Sunday, July 01, 2018

BOOK: Birger Dahlerus, "The Last Attempt"

Birger Dahlerus: The Last Attempt. Translated by Alexandra Dick. London: Hutchinson, [1948]. 134 pp.

For some reason, I'm deeply fascinated by the diplomatic lead-up to the two world wars. All those notes going back and forth, diplomats and politicians meeting and talking, scrambling madly in desperate attempts to preserve peace — efforts which you know in advance to be doomed to fail. It makes for intense, exciting, dramatic reading.

It's interesting how differently the historians treat the two world wars in this respect; for the WW1, they write entire books about the July crisis, the period between the assasination of Franz Ferdinand and the actual outbreak of the war. But in the case of the WW2, they seem to be much less interested in this stuff, perhaps because they figure it's pointless to study those diplomatic manoeuvres anyway since they genuinely had no effect on anything. After all, Hitler was determined to keep moving from one territorial acquisition to another no matter what, there was no way that diplomacy could stop him from doing that, and he only used diplomatic moves to try to mislead the western Great Powers and discourage them from intervening.

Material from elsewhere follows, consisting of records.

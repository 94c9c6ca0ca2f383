"""The Allan figure: what it must show, its tick labels, the PNG it writes."""

from __future__ import annotations

from dataclasses import replace

import numpy as np
import pytest


@pytest.fixture(scope="module")
def fitted():
    """Two channels of white noise plus a random walk, fitted by the static job."""
    import noisecal
    from noisecal.fit.simulate import simulate_rate

    rng = np.random.default_rng(5)
    period, n = 0.01, 16384
    cols = {name: simulate_rate(np.array([0, 1e-6, 0, k, 0]), period, n, rng)
            for name, k in (("gyro_a", 1e-9), ("gyro_b", 4e-9))}
    rec = noisecal.read(cols, period=period, units={c: "rad/s" for c in cols})
    return noisecal.static(rec, reps=20, seed=2)


def _drawn_panel(res, model=None):
    from noisecal.export.plot import LOG_AXES, _figure, _panel

    fig = _figure(5.8, 6.0, dpi=80)
    ax = fig.subplots(1, 1, subplot_kw=LOG_AXES)
    _panel(ax, model or res.models[0], res.dense[0], res.hadamard[0])
    fig.canvas.draw()
    return fig, ax


def test_tick_labels_name_the_decades_matplotlib_would(fitted):
    """Reference library: the plain-text labels (10⁻³) stand at the decades inside the
    view and give the exponents that matplotlib's own log locator and mathtext
    formatter (LogLocator, LogFormatterSciNotation) give for the same axis."""
    from matplotlib.ticker import LogFormatterSciNotation, LogLocator

    _, ax = _drawn_panel(fitted)
    sup = str.maketrans("⁻⁰¹²³⁴⁵⁶⁷⁸⁹", "-0123456789")
    for axis, (lo, hi) in ((ax.xaxis, ax.get_xlim()), (ax.yaxis, ax.get_ylim())):
        locs = axis.get_majorticklocs()
        ref = [v for v in LogLocator(10.0).tick_values(lo, hi) if lo <= v <= hi]
        np.testing.assert_allclose(locs, ref, rtol=1e-12)
        fmt = LogFormatterSciNotation()
        fmt.set_axis(axis)
        fmt.set_locs(locs)
        for text, v in zip([t.get_text() for t in axis.get_majorticklabels()], locs):
            mathtext = fmt(v)  # e.g. '$\\mathdefault{10^{-3}}$'
            exponent = mathtext.split("^{")[1].split("}")[0]
            assert text.startswith("10") and text[2:].translate(sup) == exponent, (text,
                                                                                   mathtext)


def test_panel_keeps_its_content(fitted):
    """One band per interval (not one artist per point), the curve, the fitted model,
    the five terms, the left-out band where a fit leaves taus out, and the red warning
    of a failed model check: common practice, no source."""
    from matplotlib.collections import LineCollection, PolyCollection

    res = fitted
    model = res.models[0]
    used = np.ones(model.curve.taus.shape[0], dtype=bool)
    used[:2] = False
    failed = replace(model, fit=replace(model.fit, used=used),
                     check=replace(model.check, consistent=False,
                                   cause="points below the model at short taus"))
    _, ax = _drawn_panel(res, failed)
    bands = [c for c in ax.collections if isinstance(c, PolyCollection)]
    bars = [c for c in ax.collections if isinstance(c, LineCollection)]
    assert len(bands) == 1  # the dense curve's 95 % band
    assert len(ax.patches) == 1  # the left-out shading
    assert len(bars) == 1 and len(bars[0].get_segments()) == model.curve.taus.shape[0]
    assert len(ax.lines) >= 2 + 2 + 5 + 1  # ADEV, Hadamard, points, terms, model
    red = [t for t in ax.texts if t.get_color() == "#c00000"]
    assert len(red) == 1 and "NOT consistent" in red[0].get_text()
    assert any("left out of the fit" in t.get_text() for t in ax.texts)
    block = next(t.get_text() for t in ax.texts if t.get_text().startswith("Q: ")).split("\n")
    assert [line.split(":")[0] for line in block] == ["Q", "N", "B", "K", "R"]
    for line, name in zip(block, ("quantization", "white_noise", "bias_instability",
                                  "bias_random_walk", "rate_ramp")):
        est = model.terms[name]
        assert (f"{est.value:.3g} [{est.lower:.3g}, {est.upper:.3g}]" if est.resolved
                else f"< {est.upper:.3g}") in line and line.endswith(est.unit)


def test_legend_names_every_term_symbol(fitted):
    """The panels write each term by its letter; the shared legend names them all
    (IEEE Std 952 symbols Q, N, B, K, R)."""
    from noisecal.export.plot import _figure, _style_legend

    fig = _figure(4.0, 3.0)
    _style_legend(fig)
    labels = [t.get_text() for t in fig.legends[0].get_texts()]
    for label in ("quantization Q", "white noise N", "bias instability B",
                  "bias random walk K", "rate ramp R"):
        assert label in labels


def test_figure_written_as_rgb_png(fitted, tmp_path):
    """The PNG decodes (Pillow) at the figure's size in pixels, without an alpha channel."""
    from PIL import Image

    from noisecal.export.plot import allan_figure

    path = tmp_path / "a.png"
    allan_figure(fitted.models, fitted.dense, fitted.hadamard, path, "title")
    with Image.open(path) as im:
        im.load()
        assert im.mode == "RGB"
        assert im.size == (round(5.8 * 2 * 110), round((6.0 + 1.1) * 110))
        assert np.asarray(im).std() > 10  # something drawn
    assert not list(tmp_path.glob(".*"))


def test_png_decodes_to_the_drawn_pixels():
    """Reference library: Pillow's PNG decoder reads the written file back to exactly
    the canvas's RGB pixels, at the figure's dpi (PNG, ISO/IEC 15948)."""
    import io

    from PIL import Image

    from noisecal.export.plot import _figure, _write_png

    fig = _figure(3.0, 2.0, dpi=90)
    ax = fig.subplots()
    ax.fill_between([1, 2, 3], [1, 2, 1], [2, 3, 3], color="0.8")
    ax.plot([1, 3], [3, 1], color="#d62728")
    ax.set_title("τ 10⁻³")
    buf = io.BytesIO()
    _write_png(fig, buf, level=6)
    with Image.open(io.BytesIO(buf.getvalue())) as im:
        im.load()
        assert im.mode == "RGB" and im.size == (270, 180)
        assert im.info["dpi"] == pytest.approx((90.0, 90.0), abs=0.01)
        np.testing.assert_array_equal(np.asarray(im),
                                      np.asarray(fig.canvas.buffer_rgba())[:, :, :3])
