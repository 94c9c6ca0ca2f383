"""Allan deviation plots: data with intervals, each fitted term, the total model.

The static job's figure (:func:`allan_figure`, and the HTML report's one-panel
version) is drawn without matplotlib, on the small Pillow canvas of
:mod:`noisecal.export.raster`: in a fresh process matplotlib cost about 0.6 s of
a 1.7 s warm static run (importing it, building the axes, drawing); the six-panel
figure now takes under 0.1 s, Pillow's import included. It keeps what the
matplotlib figure showed, in the same colours, line styles (matplotlib's dash
patterns) and pixel size: per channel a log–log panel with the dense overlapping
ADEV and its 95 % band, the overlapping Hadamard deviation, the fitted points
with their interval bars (hollow where left out of the fit, over a shaded span),
each term dashed (dotted at its upper bound when not resolved), the total model,
decade ticks labelled in plain text (``10⁻³``) where matplotlib's log locator
puts them, major grid lines, the term values by their letters under the panel
and the red note of a failed model check; one legend of the line styles for the
figure. The re-check figure stays on matplotlib (:func:`recheck_figure`, on a
bare ``Figure`` with the Agg canvas: no pyplot).
"""

from __future__ import annotations

from pathlib import Path

import numpy as np

from ..fit.simulate import TERM_NAMES, basis
from ..types import AllanCurve, ChannelModel
from .atomic import atomic_path

_LABEL = {"quantization": "quantization Q", "white_noise": "white noise N",
          "bias_instability": "bias instability B", "bias_random_walk": "bias random walk K",
          "rate_ramp": "rate ramp R"}
_SYMBOL = {name: label.split()[-1] for name, label in _LABEL.items()}
_COLOR = {"quantization": "#8c564b", "white_noise": "#1f77b4", "bias_instability": "#2ca02c",
          "bias_random_walk": "#d62728", "rate_ramp": "#9467bd"}
MODEL_COLOR = "#ff7f0e"
LEFT_OUT_COLOR = "#fde9c9"
WARNING_COLOR = "#c00000"
DPI = 110


def _figure(width: float, height: float, dpi: float | None = None):
    """A matplotlib Figure on the Agg canvas, without pyplot (no global figure
    registry to clean); for the figures still drawn with matplotlib."""
    from matplotlib.backends.backend_agg import FigureCanvasAgg
    from matplotlib.figure import Figure

    fig = Figure(figsize=(width, height), dpi=dpi)
    FigureCanvasAgg(fig)
    return fig


def _fmt(e) -> str:
    if e.resolved:
        return f"{e.value:.3g} [{e.lower:.3g}, {e.upper:.3g}] {e.unit}"
    return f"< {e.upper:.3g} {e.unit}"


_SUPERSCRIPT = str.maketrans("-0123456789", "⁻⁰¹²³⁴⁵⁶⁷⁸⁹")


def _decade(value: float, _pos=None) -> str:
    """A log-axis tick label in plain text: ``10⁻³``, or ``2×10⁻⁶`` off a decade."""
    if not value > 0:
        return ""
    exp = int(np.floor(np.log10(value) + 1e-9))
    mantissa = value / 10.0 ** exp
    power = "10" + str(exp).translate(_SUPERSCRIPT)
    return power if abs(mantissa - 1.0) < 1e-9 else f"{mantissa:.3g}×{power}"


def _log_ticks(lo: float, hi: float, subs: tuple) -> np.ndarray:
    """Positions ``m·10^k`` (``m`` in ``subs``) inside ``[lo, hi]``, ascending."""
    k = np.arange(np.floor(np.log10(lo)), np.ceil(np.log10(hi)) + 1.0)
    v = (np.asarray(subs, dtype=float)[:, None] * 10.0 ** k).ravel()
    return np.sort(v[(v >= lo * (1.0 - 1e-9)) & (v <= hi * (1.0 + 1e-9))])


def _decade_ticks(lo: float, hi: float, most: int = 9) -> np.ndarray:
    """Decades inside ``[lo, hi]``, at most ``most`` of them, chosen as matplotlib's
    ``LogLocator(numticks=most)`` chooses them: all when they fit, else every
    ``stride``-th decade, the stride the smallest that fits and the ticks on its
    multiples (so 10⁰ keeps its label) when that gives as many ticks."""
    emin = int(np.ceil(np.log10(lo) - 1e-9))
    emax = int(np.floor(np.log10(hi) + 1e-9))
    n = emax - emin + 1
    if n <= 0:
        return np.empty(0)
    stride = n // (most + 1) + 1
    want = min(-(-n // stride), most)
    if want == 1:
        return np.array([10.0 ** emin])
    stride = (n - 1) // (want - 1)
    if stride < n / want:
        stride = n // want
    olo, ohi = max(n - stride * want, 0), min(n - stride * (want - 1), stride)
    offset = (-emin) % stride
    if not olo <= offset < ohi:
        offset = olo
    return 10.0 ** np.arange(emin + offset, emax + 1, stride, dtype=float)


def _ticks(x: tuple, y: tuple) -> tuple[np.ndarray, np.ndarray, np.ndarray]:
    """Tick positions of an Allan panel with limits ``x`` and ``y``: decades on both
    axes (every other one or sparser when more than nine show), unlabelled 2 and 5
    on y where every decade is ticked, and 2 and 5 labelled too when less than a
    decade of y shows (or the axis would have no number); as matplotlib's log
    locator places them. None minor on the long tau axis: they were clutter.

    Returns
    -------
    xmajor, ymajor, yminor : ndarray
        Data values, ascending.
    """
    xmajor = _decade_ticks(*x)
    ymajor = _decade_ticks(*y)
    yminor = _log_ticks(*y, (2.0, 5.0))
    if ymajor.shape[0] < 2:
        ymajor, yminor = _log_ticks(*y, (1.0, 2.0, 5.0)), yminor[:0]
    elif ymajor.shape[0] < _log_ticks(*y, (1.0,)).shape[0]:
        yminor = yminor[:0]  # decades skipped: minor ticks would read as decades
    return xmajor, ymajor, yminor


def _limits(lo: float, hi: float) -> tuple[float, float]:
    """Positive limits low < high: a single value or a bad one opens to a decade
    around what is there."""
    if not (np.isfinite(lo) and np.isfinite(hi) and 0 < lo < hi):
        mid = hi if np.isfinite(hi) and hi > 0 else (lo if np.isfinite(lo) and lo > 0 else 1.0)
        lo, hi = mid / 10 ** 0.5, mid * 10 ** 0.5
    return float(lo), float(hi)


def _panel(canvas, box: tuple, model: ChannelModel, dense: AllanCurve,
           hadamard: AllanCurve) -> None:
    """One channel's Allan panel on ``canvas`` with its data area at ``box``
    (left, top, right, bottom, final px), its labels and term values."""
    from .raster import LogAxes

    x = _limits(float(dense.taus[0]), float(dense.taus[-1]))
    y = _limits(float(np.nanmin(dense.lower)) / 3.0, float(np.nanmax(dense.upper)) * 3.0)
    ax = LogAxes(canvas, box, x, y)
    fit = model.curve
    used = (np.asarray(model.fit.used, dtype=bool) if model.fit is not None
            else np.ones(fit.taus.shape[0], dtype=bool))
    start = float(fit.taus[used][0]) if used.any() else float(fit.taus[0])
    if not used.all():
        # Taus left out of the fit (the sensor's low-pass): shaded and named.
        ax.axvspan(dense.taus[0], start / 1.2, LEFT_OUT_COLOR)
        above = model.check is not None and any(side == "above"
                                                for _, side in model.check.left_out)
        why = "the terms do not hold here" if above else "sensor's low-pass"
        ax.text(0.01, 0.02, f"left out of the fit:\n{why}", 6.5, "#a0522d", va="bottom")
    ax.fill_between(dense.taus, dense.lower, dense.upper, "0.8")
    xmajor, ymajor, yminor = _ticks(x, y)
    ax.grid(xmajor, ymajor)
    ax.plot(dense.taus, dense.dev, "k", 1.2)
    ax.plot(hadamard.taus, hadamard.dev, "0.45", 0.8, "-.")
    ax.vlines(fit.taus, fit.lower, fit.upper, "k", 0.8)
    ax.markers(fit.taus[used], fit.dev[used], 3.0, "k")
    ax.markers(fit.taus[~used], fit.dev[~used], 3.0, "k", face="white")
    t = np.logspace(np.log10(start), np.log10(dense.taus[-1]), 200)
    A = basis(t)
    lines = []
    for i, name in enumerate(TERM_NAMES):
        est = model.terms[name]
        with np.errstate(invalid="ignore"):
            if est.resolved:
                ax.plot(t, np.sqrt(A[:, i] * model.coefficients[i]), _COLOR[name], 1.2, "--")
            else:
                ax.plot(t, np.sqrt(A[:, i] * est.upper ** 2), _COLOR[name], 0.9, ":",
                        alpha=0.6)
        # The term's letter: the shared legend names it.
        lines.append(f"{_SYMBOL[name]}: {_fmt(est)}")
    with np.errstate(invalid="ignore"):
        ax.plot(t, np.sqrt(A @ model.coefficients), MODEL_COLOR, 1.6)
    ax.finish()
    ax.ticks(xmajor, ymajor, [_decade(v) for v in xmajor], [_decade(v) for v in ymajor],
             minor_ys=yminor)
    if model.check is not None and not model.check.consistent:
        ax.text(0.99, 0.98, "model check: NOT consistent\n" + model.check.cause[:60] + "…",
                6.5, WARNING_COLOR, ha="right", va="top")
    ax.title(f"{model.channel}", 12.0)
    ax.xlabel("averaging time τ [s]")
    ax.ylabel(f"Allan deviation [{model.unit}]")
    ax.text(0.0, -0.16, "\n".join(lines), 6.5, va="top", linespacing=1.5)
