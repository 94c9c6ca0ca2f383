"""The static block's text: the same from libyaml's emitter as from PyYAML's own."""

from __future__ import annotations

import numpy as np
import pytest
import yaml

from noisecal.export import yaml_block
from noisecal.ingest.yaml_file import GuardedLoader, quote_for_loader


@pytest.fixture(scope="module")
def result():
    """Two channels, one named like a number, fitted by the static job."""
    import noisecal
    from noisecal.fit.simulate import simulate_rate

    rng = np.random.default_rng(8)
    cols = {name: simulate_rate(np.array([0, 1e-6, 0, 1e-9, 0]), 0.01, 8192, rng)
            for name in ("gyro_x", "1e3")}
    rec = noisecal.read(cols, period=0.01, units={c: "rad/s" for c in cols})
    return noisecal.static(rec, reps=20, seed=4)


def _pure_python_dumper():
    class Reference(yaml.SafeDumper):
        pass

    Reference.add_representer(list, yaml_block._represent_list)
    return quote_for_loader(Reference)


@pytest.mark.skipif(not hasattr(yaml, "CSafeDumper"), reason="PyYAML built without libyaml")
def test_libyaml_text_equals_the_pure_python_emitters(result, monkeypatch):
    """Reference library: PyYAML's pure-Python emitter (yaml.SafeDumper) writes the
    same block, byte for byte, as the libyaml emitter the block uses."""
    assert issubclass(yaml_block._Dumper, yaml.CSafeDumper)
    fast = yaml_block.render(result.sections)
    monkeypatch.setattr(yaml_block, "_Dumper", _pure_python_dumper())
    reference = yaml_block.render(result.sections)
    assert fast == reference


def test_a_name_read_as_a_number_stays_a_name(result):
    """YAML 1.2 core schema (yaml.org/spec/1.2.2, 10.3.2): plain 1e3 is a float, so the
    channel named "1e3" must be written quoted to come back as text."""
    text = yaml_block.render(result.sections)
    doc = yaml.load(text, Loader=GuardedLoader)
    assert set(doc["channels"]) == {"gyro_x", "1e3"}
    assert yaml_block.verify(doc) == "ok"
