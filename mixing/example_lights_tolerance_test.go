package mixing_test

import (
	"fmt"

	"github.com/antipode-color/antipode/cie"
	"github.com/antipode-color/antipode/mixing"
)

// The most efficient mix of a five-channel rig near 4000 K on the
// Planckian locus, when the white may be off by up to Δu′v′ 0.002: what
// each share of the tolerance buys.
func ExampleLights_SolveQualityWithin() {
	m, err := qualityExampleRig()
	if err != nil {
		fmt.Println(err)
		return
	}
	xy, err := mixing.LightTargetCCT(cie.CIE1931(), 4000, 0)
	if err != nil {
		fmt.Println(err)
		return
	}
	tol := mixing.LightTolerance{UVPrime: 0.002}
	sol, err := m.SolveQualityWithin(mixing.LightTarget{XY: xy}, mixing.GoalMaxEfficacy, tol, mixing.LightSolveOptions{})
	if err != nil {
		fmt.Println(err)
		return
	}
	r := sol.Recipes[0]
	fmt.Printf("%s within %v: Δu′v′ %.4f, CCT %.0f K, %.1f lm/W\n", r.Extra["strategy"], tol,
		r.Extra["delta_uv_prime"], r.Extra["cct_kelvin"], r.Extra["efficacy_lm_per_w"])
	for _, p := range r.Extra["tolerance_trade_off"].([]map[string]any) {
		fmt.Printf("share %.1f: Δu′v′ %.4f  %.1f lm/W  Ra %.1f\n", p["fraction"], p["delta_uv_prime"], p["efficacy_lm_per_w"], p["ra"])
	}
	// Output:
	// max efficacy within Δu′v′ ≤ 0.002: Δu′v′ 0.0020, CCT 3963 K, 412.5 lm/W
	// share 0.0: Δu′v′ 0.0000  409.3 lm/W  Ra 47.1
	// share 0.5: Δu′v′ 0.0010  410.9 lm/W  Ra 47.0
	// share 1.0: Δu′v′ 0.0020  412.5 lm/W  Ra 46.8
}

Whatever the reason may be, the fact is that of the three histories of Nazi Germany that I've read so far — Shirer, Burleigh, Evans — the only one that treated the diplomatic prelude to the WW2 in detail was Shirer, i.e. the one that all the historians turn up their noses at, never failing to point out that he was a mere journalist and never forgiving him for his tendency to present his history as a straightforward narrative of facts rather than filling it with academic masturbation about historiography, the various internal squabbles between historians, and so on.

Shirer's book has a couple of longish chapters about the frantic diplomatic activity in the last weeks of peace and the first days of the war, and it was probably there that I first heard of Birger Dahlerus. He was a Swedish businessman who had strong ties to both Britain and Germany, and tried to help preserve peace in the late summer of 1939 by acting as a sort of unofficial diplomatic go-between. The present book, The Last Attempt, is his account of these efforts, written in 1945 after the war was over.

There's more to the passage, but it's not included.